The appellants' second noteworthy allegation of error is based upon a conversation in the patrol car when Troopers Seiler and Geary were transporting appellants to the district justice's office for arraignment. During that time Trooper Seiler asked Trooper Geary, both of whom were in the front seat, if he had seen a recent television program dealing with the smuggling of marijuana into the United States from Mexico. Upon hearing this conversation, Richard, who was sitting with Santos in the back seat, stated: "If you're ever in California and want marijuana, see me." At that point Trooper Geary asked Santos if the marijuana came from Mexico, and Santos answered, "It's not mine." Whereupon Richard immediately admitted: "It's mine." Since both appellants had indicated at the barracks, prior to these statements, that they wished to speak to an attorney, further questioning of appellants was clearly improper.

In Miranda v. Arizona,*fn4 the Supreme Court stated: "Once warnings have been given, the subsequent procedure is clear. If the individual indicates in any manner, at any time prior to or during questioning, that he wishes to remain silent, the interrogation must cease. At this point he has shown that he intends to exercize his Fifth Amendment privilege; any statement taken after the person invokes his privilege cannot be other than the product of compulsion, subtle or otherwise.

[ 233 Pa. Super.
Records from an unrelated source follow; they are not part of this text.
def _run(plan, input_path, *, baseline_s, reference, dark, reference_dark, window_s, warn_s, interval_s, timeout_s,
         log_path, resume, replay, speed, keep_going, on_target, plot_path, as_json, settings):
    import time

    from filmoptic.errors import FilmopticError
    from filmoptic.monitor.session import Monitor, RunLog, StreamRun, read_log
    from filmoptic.monitor.sources import open_lines, parse_input

    spec = parse_input(input_path)
    if replay and spec.kind != "file":
        raise FilmopticError("--replay reads a recorded file; give its path as INPUT")
    if spec.kind == "file" and replay:
        import os

        if not os.path.isfile(spec.path):
            raise FilmopticError(f"{spec.path}: no such file to replay")
    monitor = Monitor(plan, baseline_s=baseline_s, reference=reference, dark=dark, reference_dark=reference_dark,
                      window_s=window_s, warn_before_s=warn_s)
    skip_line, skip_clock, started = 0, None, time.time()
    log = None
    if log_path is not None:
        if resume:
            logged_settings, rows = read_log(log_path)
            started = logged_settings.get("started") or started
            monitor.restore(rows)
            if rows:
                skip_line = max((r[3] or 0) for r in rows) if spec.kind == "file" else 0
                skip_clock = rows[-1][0] if spec.kind != "file" else None
        log = RunLog.open(log_path, settings, resume=resume, started=started)
    # Said once the first reading is in: a run that fails on its first row (no light during the
    # baseline) ends with one error line, the caution for a command that never ran left out.
    caution_due = on_target is not None
    display = _Display(as_json, plan)
    tgt = plan.target
    if not as_json:
        what = "the uncoated part" if plan.model.reference_kind == "bare" else "the open beam"
        per = plan.nm_per_percent()
        worth = "" if per == float("inf") else f"; 1 % of signal = {per:.3f} nm there"
        click.echo(f"Monitoring {plan.model.layer} in {plan.model.stack} ({plan.model.source}, {plan.model.detector} "
                   f"detector) from {spec.label}")
        click.echo(f"Target {tgt.label}: stop at {tgt.thickness_nm:.2f} nm, where the reading is "
                   f"{percent(tgt.ratio)} % of {what}{worth}")
        if monitor.last is not None:
            click.echo(f"Resumed from {log_path}: {monitor.counts['readings']} readings restored, at "
                       f"{monitor.last.thickness_nm:.2f} nm")
    run = StreamRun(monitor, open_lines(spec, follow=not replay), interval_s=interval_s, live=not replay,
                    speed=speed, timeout_s=timeout_s, skip_through_line=skip_line, skip_through_clock=skip_clock,
                    log=log)
    estimates = [] if plot_path is not None else None
    command_ok = True
    ended = None
    already = monitor.reached_at is not None
    try:
        for estimate in run:
            if estimate is None:
                continue
            if caution_due:
                echo_caution(ON_TARGET_CAUTION, as_json)
                caution_due = False
            if estimates is not None:
                estimates.append(estimate)
            if estimate.target_reached and not already:
                already = True
                if on_target is not None:
                    command_ok, said = _run_command(on_target, estimate)
                display.estimate(estimate)
                display.bell()
                if on_target is not None:
                    display.message(said)
                if not keep_going:
                    ended = "target"
                    break
                continue
            display.estimate(estimate)
        else:
            ended = run.ended
    except KeyboardInterrupt:
        ended = "interrupted"
    except FilmopticError as exc:
        if monitor.last is None:
            raise
        display.finish()
        click.echo(f"filmoptic: error: {exc}", err=True)
        ended = "input failed"
    finally:
        if log is not None:
            log.close()
    display.finish()
    summary = monitor.summary(ended or "end of input")
    if on_target is not None:
        summary["on_target_command_ok"] = command_ok if already else None
    if as_json:
        import json

        click.echo(json.dumps(summary, allow_nan=False))
    else:
        _print_summary(summary, tgt)
    if plot_path is not None and estimates:
        from filmoptic.plots.monitor import plot_run

        save_plot(plot_run(estimates, title=f"{plan.model.stack}: {tgt.label}"), plot_path)
        if not as_json:
            click.echo(f"Plot: {plot_path}")
    if ended == "interrupted":
        return EXIT_INTERRUPTED
    if not summary["target_reached"]:
        return EXIT_NOT_REACHED
    return 0 if command_ok else EXIT_COMMAND_FAILED
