def _compute_with_progress(compute, parsed, wavelengths, angle, polarization, reverse, extrapolate):
    """One call for ordinary grids; on a very large grid, blocks of wavelengths with a bar."""
    import numpy as np

    from filmoptic.engine import Spectrum, check_work, interface_count

    kwargs = dict(angle_deg=angle, polarization=polarization, reverse=reverse, extrapolate=extrapolate)
    size = wavelengths.size * (len(parsed.layers) + 1)
    if size < _PROGRESS_FROM:
        return compute(parsed, wavelengths, **kwargs)
    check_work(wavelengths.size, interface_count(parsed))
    # Check every table against the whole grid first, so that a range error names the far end
    # of the request rather than the end of whichever block happened to fail.
    ends = np.array([wavelengths.min(), wavelengths.max()])
    materials = [layer.material for layer in (*parsed.layers, parsed.substrate)]
    for material in dict.fromkeys([parsed.ambient, *materials, parsed.exit_medium]):
        material.nk(ends, extrapolate=extrapolate)
    blocks = np.array_split(wavelengths, int(np.ceil(size / (_PROGRESS_FROM / 10))))
    parts = []
    with progress(len(blocks), "computing") as advance:
        for block in blocks:
            parts.append(compute(parsed, block, **kwargs))
            advance(1)
    return Spectrum(
        wavelength_nm=wavelengths, angle_deg=parts[0].angle_deg, polarization=parts[0].polarization,
        R=np.concatenate([p.R for p in parts]), T=np.concatenate([p.T for p in parts]),
        A=np.concatenate([p.A for p in parts]),
        A_layers=np.concatenate([p.A_layers for p in parts]),
        A_substrate=np.concatenate([p.A_substrate for p in parts]),
        transmission=parts[0].transmission,
    )


def _write_csv(fh, result, od=None) -> None:
    """wavelength_nm,R,T,A,A_layers,A_substrate,OD (OD empty where no light comes through)."""
    fh.write("wavelength_nm,R,T,A,A_layers,A_substrate,OD\n")
    ods = od if od is not None else [None] * len(result.T)
    for w, r, t, a, al, asub, d in zip(result.wavelength_nm, result.R, result.T, result.A,
                                       result.A_layers, result.A_substrate, ods):
        cell = "" if d is None else ("inf" if not d < 1e300 else f"{d:.12g}")
        fh.write(f"{w:.10g},{r:.12g},{t:.12g},{a:.12g},{al:.12g},{asub:.12g},{cell}\n")
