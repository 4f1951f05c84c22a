"""``filmoptic sweep``: colour and luminous values over a range of one layer's thickness."""

from __future__ import annotations

import click

from filmoptic.cli._common import (
    ambient_option,
    angle_option,
    check_plot_path,
    emit_json,
    extrapolate_option,
    json_option,
    percent,
    print_table,
    progress,
    save_plot,
    user_errors,
)
from filmoptic.cli.color import caution_if_dark, illuminant_option, observer_option

__all__ = ["sweep"]

# Above this many thicknesses the sweep runs in blocks with a progress bar (on a terminal).
_PROGRESS_FROM = 20_000


def _lab_text(lab) -> list[str]:
    L, a, b = (float(v) for v in lab)
    return [f"{L:.1f}", f"{a:+.1f}", f"{b:+.1f}"]


@click.command()
@click.argument("stack")
@click.option(
    "--range", "range_text", required=True, metavar="START:STOP:STEP",
    help="Thicknesses of the unknown layer in nm, e.g. 0:250:1 (both ends included).",
)
@illuminant_option
@observer_option
@angle_option
@ambient_option
@click.option(
    "--chart", "chart_path", metavar="FILE",
    help="Write a printable A4 colour-versus-thickness chart: .png, .svg or .pdf.",
)
@extrapolate_option
@json_option
def sweep(stack, range_text, illuminant, observer, angle, ambient, chart_path, extrapolate, as_json):
    """Colour and luminous values of STACK over a range of one layer's thickness.

    STACK has exactly one unknown, the thickness of the layer to vary, written '?':

    \b
        filmoptic sweep "TiO2 ? / Ti" --range 0:250:1 --chart ti-oxide.pdf
        filmoptic sweep "SiO2 ? / Si" --range 0:600:5 --observer 10

    For every thickness the command reports the colour reflected from the coated side and the
    transmitted colour (CIELAB L*, a*, b* and the sRGB colour a screen would show; '*' marks a
    colour outside the sRGB gamut, shown with reduced chroma at the same lightness and hue), and
    the luminous transmittance and reflectance (ISO 9050 weighting with the chosen illuminant).
    The whole range is computed in one vectorised pass.

    --chart draws what a coater can pin beside the chamber: strips of the reflected and
    transmitted colours along the thickness axis, the luminous T and R curves beneath, and the path
    of the reflected colour in the a*b* plane with thicknesses marked. Printed and on-screen colours
    depend on the device; judge against real samples.

    With --json: thickness_nm, luminous_T, luminous_R (fractions), reflected_Lab, reflected_hex,
    reflected_in_gamut, transmitted_Lab, transmitted_hex, transmitted_in_gamut, one entry per
    thickness.
    """
    import numpy as np

    from filmoptic.colorimetry import check_illuminant, check_observer, colour_sweep
    from filmoptic.stack import parse_stack
    from filmoptic.units import parse_range_nm

    with user_errors():
        if chart_path:
            check_plot_path(chart_path)
        start, stop, step = parse_range_nm(range_text, what="--range", need_step=True)
        thickness = start + step * np.arange(int(np.floor((stop - start) / step + 1e-9)) + 1)
        obs = check_observer(observer)
        label = check_illuminant(illuminant)
        parsed = parse_stack(stack, ambient=ambient)
        options = dict(illuminant=illuminant, observer=obs, angle_deg=angle, extrapolate=extrapolate)
        if thickness.size > _PROGRESS_FROM:
            with progress(thickness.size, "sweeping") as advance:
                result = colour_sweep(parsed, thickness, progress=advance, **options)
        else:
            result = colour_sweep(parsed, thickness, **options)

    if chart_path:
        # Written before anything is printed, so that a failure leaves no half report on stdout.
        from filmoptic.plots.chart import sweep_chart

        with user_errors():
            save_plot(sweep_chart(result), chart_path)

    if as_json:
        emit_json({
            "thickness_nm": result.thickness_nm,
            "luminous_T": result.luminous_T,
            "luminous_R": result.luminous_R,
            "reflected_Lab": result.reflected.Lab,
            "reflected_hex": result.reflected.hex,
            "reflected_in_gamut": result.reflected.in_gamut,
            "transmitted_Lab": result.transmitted.Lab,
            "transmitted_hex": result.transmitted.hex,
            "transmitted_in_gamut": result.transmitted.in_gamut,
        })
    else:
        rows = []
        for i, d in enumerate(result.thickness_nm):
            r, t = result.reflected[i], result.transmitted[i]
            rows.append(
                [f"{d:g}"] + _lab_text(r.Lab) + [r.hex + ("" if r.in_gamut else " *")]
                + _lab_text(t.Lab) + [t.hex + ("" if t.in_gamut else " *")]
                + [percent(result.luminous_T[i]), percent(result.luminous_R[i])]
            )
        title = (f"Colour of {stack!r} versus thickness — illuminant {label}, {obs}° observer, "
                 f"{angle:g}° incidence, ambient {ambient}")
        print_table(["nm", "R L*", "R a*", "R b*", "R sRGB", "T L*", "T a*", "T b*", "T sRGB",
                     "T lum %", "R lum %"], rows, title=title)
        if not result.transmission_exits:
            click.echo("T: light entering the substrate, which absorbs it (an opaque half-space); "
                       "only the reflected colour is seen.")
        if not (np.all(result.reflected.in_gamut) and np.all(result.transmitted.in_gamut)):
            click.echo("* outside the sRGB gamut: shown with reduced chroma at the same lightness and hue.")

    if chart_path and not as_json:
        click.echo(f"Chart written to {chart_path}")
    if result.transmission_exits:
        caution_if_dark(result.luminous_T)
Page 264]

Without the right to cut off questioning, the setting of in-custody interrogation operates on the individual to overcome free choice in producing a statement after the privilege has been once invoked."

While Richard's initial statement that he would sell the troopers marijuana if they were ever in California does not appear to be in response to a question,*fn5 Trooper Geary clearly had turned interrogator when he asked Santos about the origin of the supply of marijuana. Our Supreme Court defined "interrogation" in Commonwealth v. Simala, 434 Pa. 219, 227 (1969) to be "any question likely to or expected to elicit a confession." In the instant case, Santos' knowledge of the origin of the marijuana would have constituted circumstantial evidence establishing his part in an illicit joint venture to purchase and transport the contraband for sale on the east coast, and would have been inadmissible in evidence against him since it was elicited after he requested counsel. However, the evidence of Santos' involvement had already been overwhelmingly established by the fact that his vehicle had been used in, and had been prepared for, the illegal transportation. His implicit knowledge of the contents of the luggage made the inference of guilt irresistible. Further, Santos' remark that the marijuana was not his and, from Santos' point of view, Richard's response that the marijuana was his, demonstrates that Santos' statement was harmless beyond a reasonable doubt. Therefore, with respect to Santos, no reversible error was committed by the court in not suppressing the evidence.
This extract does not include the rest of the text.